## [EXERCISE GOAL]
An exact transcription of all the data is required.
───── MATERIAL FOR THIS TASK
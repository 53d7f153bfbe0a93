"""Places spread over a scale, and the check that a law moves one way over them."""

from __future__ import annotations

import math

import numpy as np

from dialgen.errors import InputError
from dialgen.stage import Array, Span, Stage

SAMPLES = 129
"""How many places are enough for a law that is smooth by nature."""


def sample_places(span: Span, count: int) -> Array:
    """Return ``count`` ascending places over a span; to infinity in equal steps of x/(x + width)."""
    low, high = span
    if math.isfinite(high):
        return np.linspace(low, high, count)
    share = np.linspace(0.0, 1.0, count)[:-1]
    return low + max(abs(low), 1.0) * share / (1.0 - share)


def check_one_way(stage: Stage, span: Span, count: int) -> None:
    """Refuse a law that does not move strictly one way over the scale.

    Raises:
        InputError: naming the values between which it turns, or where it has no signal.
    """
    places = sample_places(span, count)
    check_moves(places, stage.forward(places))


def check_moves(values: Array, signals: Array) -> None:
    """Refuse signals that do not move strictly one way as the values rise.

    Raises:
        InputError: naming the values between which they turn, or where there is none.
    """
    if not np.isfinite(signals).all():
        bad = float(values[~np.isfinite(signals)][0])
        raise InputError(f"the law has no signal at {bad:.6g}; it must hold over the whole scale")
    steps = signals[1:] - signals[:-1]
    # The first step says which way, so that what is named is where the law turns.
    turned = np.flatnonzero(steps <= 0 if signals[1] > signals[0] else steps >= 0)
    if len(turned):
        at = int(turned[0])
        raise InputError(
            f"the law turns or stands still between {values[at]:.6g} and {values[at + 1]:.6g}; "
            "it must move strictly one way over the scale"
        )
──────────
## [ANSWER SPACE]
repository 53d7f153bfbe0a93
"""Places spread over a scale, and the check that a law moves one way over them."""

from __future__ import annotations

import math

import numpy as np

from dialgen.errors import InputError
from dialgen.stage import Array, Span, Stage

SAMPLES = 129
"""How many places are enough for a law that is smooth by nature."""


def sample_places(span: Span, count: int) -> Array:
    """Return ``count`` ascending places over a span; to infinity in equal steps of x/(x + width)."""
    low, high = span
    if math.isfinite(high):
        return np.linspace(low, high, count)
    share = np.linspace(0.0, 1.0, count)[:-1]
    return low + max(abs(low), 1.0) * share / (1.0 - share)


def check_one_way(stage: Stage, span: Span, count: int) -> None:
    """Refuse a law that does not move strictly one way over the scale.

    Raises:
        InputError: naming the values between which it turns, or where it has no signal.
    """
    places = sample_places(span, count)
    check_moves(places, stage.forward(places))


def check_moves(values: Array, signals: Array) -> None:
    """Refuse signals that do not move strictly one way as the values rise.

    Raises:
        InputError: naming the values between which they turn, or where there is none.
    """
    if not np.isfinite(signals).all():
        bad = float(values[~np.isfinite(signals)][0])
        raise InputError(f"the law has no signal at {bad:.6g}; it must hold over the whole scale")
    steps = signals[1:] - signals[:-1]
    # The first step says which way, so that what is named is where the law turns.
    turned = np.flatnonzero(steps <= 0 if signals[1] > signals[0] else steps >= 0)
    if len(turned):
        at = int(turned[0])
        raise InputError(
            f"the law turns or stands still between {values[at]:.6g} and {values[at + 1]:.6g}; "
            "it must move strictly one way over the scale"
        )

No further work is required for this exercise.